A resolução do acorde de sexta napolitana no acorde de dominante provoca uma


falsa relação entre as notas ré bemol e ré natural. Geralmente, essa falsa relação não era
evitada pelos compositores do Período Tonal, tendo se tornado característica do
emprego desse tipo de progressão harmônica. De qualquer forma, há maneiras de se
evitar o aparecimento de falsa relação, sendo a mais comum aquela que ocorre quando
N6 é conduzido para um acorde de V7 com a 5ª omitida [cf. ex. nº 13].

Exemplo nº 13

O Acorde de sexta napolitana também é comumente usado precedendo o acorde


cadencial com quarta e sexta apojatura – i 64 . A resolução mais usual é aquela em que as

vozes superiores são conduzidas por grau conjunto, em movimento contrário ao baixo
[cf. ex. nº 14]. Nesta resolução, são evitados o movimento melódico de terça diminuta e
a falsa relação entre a fundamental da sexta napolitana e a quinta da dominante. Por essa
razão, foi uma solução bastante empregada pelos músicos do Período Tonal.

Exemplo nº 14

Pode haver outros acordes entre a sexta napolitana e a dominante cadencial.

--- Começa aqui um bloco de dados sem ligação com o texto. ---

"""Numerical methods over trees and curves: linear systems, extremes, roots, quadrature, points of a plot."""

from loadpath.numeric.extremes import Extremes, Spot, extremes, left_of
from loadpath.numeric.linear import Solution, linear_form, solve
from loadpath.numeric.pieces import Piece, bracket_places, pieces
from loadpath.numeric.quadrature import Quadrature, quadrature
from loadpath.numeric.roots import Roots, coefficients, degree_in, roots_between
from loadpath.numeric.sampling import sample
from loadpath.numeric.trouble import Curve, NoConvergence, NotDefined

__all__ = [
    "Curve",
    "Extremes",
    "NoConvergence",
    "NotDefined",
    "Piece",
    "Quadrature",
    "Roots",
    "Solution",
    "Spot",
    "bracket_places",
    "coefficients",
    "degree_in",
    "extremes",
    "left_of",
    "linear_form",
    "pieces",
    "quadrature",
    "roots_between",
    "sample",
    "solve",
]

Normalmente são empregados acordes com função de dominante da dominante – V/V
ou vii°7/V. Isso não altera a condução de vozes entre a napolitana e a dominante, apenas
retarda seu efeito. Quando uma dominante secundária é usada entre N6 e V, podem
ocorrer cromatismos na condução de vozes, o que permite que a fundamental da N6 seja
resolvida por grau conjunto em vez de resolver por movimento de 3ª diminuta
descendente. No exemplo nº 15, abaixo, ocorre cromatismo por movimento contrário
entre o baixo e o soprano.

Exemplo nº 15

No encadeamento apresentado no exemplo anterior [ex. nº 15], a voz de


contralto realiza um salto de terça menor descendente. Quando se pretende realizar a
condução das vozes somente por graus conjuntos, pode-se empregar um acorde de
sétima diminuta como dominante da dominante – vii°7/V. Com isso, o movimento
completo que conduz à cadência perfeita final é obtido por graus conjuntos nas vozes
superiores. A única exceção é o salto de quinta justa ascendente, no baixo, característico
da cadência autêntica perfeita.

Exemplo nº 16

Além desses encadeamentos demonstrados acima, ainda é possível realizar


outros movimentos harmônicos com base no acorde napolitano, seja em estado
fundamental ou como acorde de sexta (primeira inversão). O mais importante é lembrar
que este acorde é normalmente empregado com função de subdominante, isto é, conduz
para a dominante que irá preparar uma cadência perfeita ou imperfeita.